In 2008, it was the Pittsburgh Steelers that had long snapper problems. During an October 26, 2008 game against the New York Giants, the team's regular long snapper, Greg Warren, was injured with what was eventually revealed to be a season-ending torn ACL. Linebacker James Harrison, who had served in 2004 as the long snapper for the Rhein Fire of NFL Europe, volunteered to replace Warren. In the fourth quarter, Harrison's first and only snap sailed over punter Mitch Berger's head and through the end zone for a safety. This tied the score and gave the Giants good field position on the ensuing kick, resulting in the go-ahead touchdown late in the game. Warren sustained a second ACL tear in December 2009, though this occurred on the last play of a December 20 game against the Green Bay Packers, giving the Steelers adequate time to sign replacement Jared Retkofsky, who had also been signed to replace Warren after his injury in 2008.

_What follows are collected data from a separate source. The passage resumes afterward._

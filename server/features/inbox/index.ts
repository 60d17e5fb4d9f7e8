/** What other features and the app may use from the inbox feature. */
export * from './inbox-routes.ts';
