import type { IntegerOrder } from '../types.ts';
import { transformedStraightLine } from './transformed-straight-line.ts';

/**
 * The three classical straight-line plots of kinetics — value, ln(value) and 1/value against time —
 * fitted by least squares, with the rate constant and initial value each implies.
 *
 * Why: they are what every chemist checks first and what reports show next to the nonlinear fits;
 * the engine also uses them as starting values. They are not the basis of the order decision, because
 * the three R² come from three different weightings of the error (Motulsky & Christopoulos 2003;
 * docs/methods.md#straight-line-plots).
 *
 * Convention −dC/dt = k·Cⁿ. Formula in words:
 * - zero order: value = C0 − k·t, so k = −slope and C0 = intercept;
 * - first order: ln(value) = ln C0 − k·t, so k = −slope and C0 = e^intercept;
 * - second order: 1/value = 1/C0 + k·t, so k = +slope and C0 = 1/intercept.
 * Replicates are separate points. A zero- or first-order plot that rises, or a second-order plot that
 * falls, is marked as not describing the data (the law predicts the opposite direction; common practice),
 * with its numbers still reported. ln and 1/value need positive values: a non-positive value makes those
 * plots not applicable, with a reason naming the point.
 *
 * Reference: OpenStax Chemistry 2e §12.4 "Integrated Rate Laws".
 *
 * Throws `KineticsError('too-few-points' | 'single-time')` from the straight-line fit of the values
 * themselves (fewer than 3 points, one time only); callers pass finite numbers (`prepare-series.ts`).
 *
 * Example: times [0, 1, 2], values [100, 50, 25] give a first-order plot with slope −ln 2, k = 0.6931,
 * C0 = 100 and R² = 1.
 */

export type LinearisedTransform = 'value' | 'ln(value)' | '1/value';

export interface LinearisedFit {
  order: IntegerOrder;
  transform: LinearisedTransform;
  slope: number | null;
  intercept: number | null;
  slopeStandardError: number | null;
  interceptStandardError: number | null;
  rSquared: number | null;
  /** Rate constant implied by the plot (−slope, −slope, +slope). */
  k: number | null;
  /** Initial value implied by the intercept (intercept, e^intercept, 1/intercept); null if 1/intercept ≤ 0. */
  c0: number | null;
  /** Points in the plot. */
  n: number;
  /** False when the plot cannot be drawn (non-positive value) or runs the wrong way for the law. */
  applicable: boolean;
  reason?: string;
}

const TRANSFORMS: readonly LinearisedTransform[] = ['value', 'ln(value)', '1/value'];

export function linearisedFits(
  times: ArrayLike<number>,
  values: ArrayLike<number>,
  labelOf?: (index: number) => string,
): [LinearisedFit, LinearisedFit, LinearisedFit] {
  const zero = straightLine(0, times, values);
  let firstNonPositive = -1;
  for (let i = 0; i < values.length && firstNonPositive < 0; i++) if (!(values[i]! > 0)) firstNonPositive = i;
  if (firstNonPositive >= 0) {
    const label = labelOf?.(firstNonPositive) ?? `point ${firstNonPositive + 1}`;
    const reason = `${label} has value ${values[firstNonPositive]}, which has no logarithm or meaningful reciprocal`;
    return [zero, notApplicable(1, times.length, reason), notApplicable(2, times.length, reason)];
  }
  return [zero, straightLine(1, times, values), straightLine(2, times, values)];
}

function straightLine(
  order: IntegerOrder,
  times: ArrayLike<number>,
  values: ArrayLike<number>,
): LinearisedFit {
  const line = transformedStraightLine(times, values, TRANSFORMS[order]!);
  const k = order === 2 ? line.slope : -line.slope;
  const c0 = order === 0 ? line.intercept : order === 1 ? Math.exp(line.intercept) : 1 / line.intercept;
  const fit: LinearisedFit = {
    order,
    transform: TRANSFORMS[order]!,
    slope: line.slope,
    intercept: line.intercept,
    slopeStandardError: line.slopeStandardError,
    interceptStandardError: line.interceptStandardError,
    rSquared: line.rSquared,
    k,
    c0: Number.isFinite(c0) && c0 > 0 ? c0 : order === 0 ? c0 : null,
    n: line.n,
    applicable: true,
  };
  if (k < 0) {
    fit.applicable = false;
    fit.reason =
      order === 2
        ? 'the 1/value plot falls, so a second-order loss law does not describe the data'
        : `the ${TRANSFORMS[order]} plot rises, so a ${order === 0 ? 'zero' : 'first'}-order loss law does not describe the data`;
  }
  return fit;
}

function notApplicable(order: IntegerOrder, n: number, reason: string): LinearisedFit {
  return {
    order,
    transform: TRANSFORMS[order]!,
    slope: null,
    intercept: null,
    slopeStandardError: null,
    interceptStandardError: null,
    rSquared: null,
    k: null,
    c0: null,
    n,
    applicable: false,
    reason,
  };
}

In 2012, Raiders' long snapper Jon Condo was injured and was backed up by Travis Goethel, a linebacker, for a game against the San Diego Chargers. On two occasions during the game, punter Shane Lechler was unable to handle snaps that had bounced prior to reaching him. On another attempt, Lechler took his position much closer to the line of scrimmage than is normal for a punter, so as to decrease the distance Goethel needed to accurately snap the ball. Though the snap was adequate, the decreased distance resulted in a blocked punt.

In the Cincinnati Bengals' 2022 season opener against the Pittsburgh Steelers, Bengals' long snapper Clark Harris suffered a biceps injury, forcing backup tight end Mitchell Wilcox to have to perform long snapping duties in Harris's stead. What would have been a game-winning extra point conversion for the Bengals as the game clock expired was blocked, forcing the game to go to overtime. In the overtime period, for what would have been a game-winning field goal for the Bengals, the snap was high, resulting in the field goal attempt missing wide right. The Bengals would go on to lose the game to the Steelers.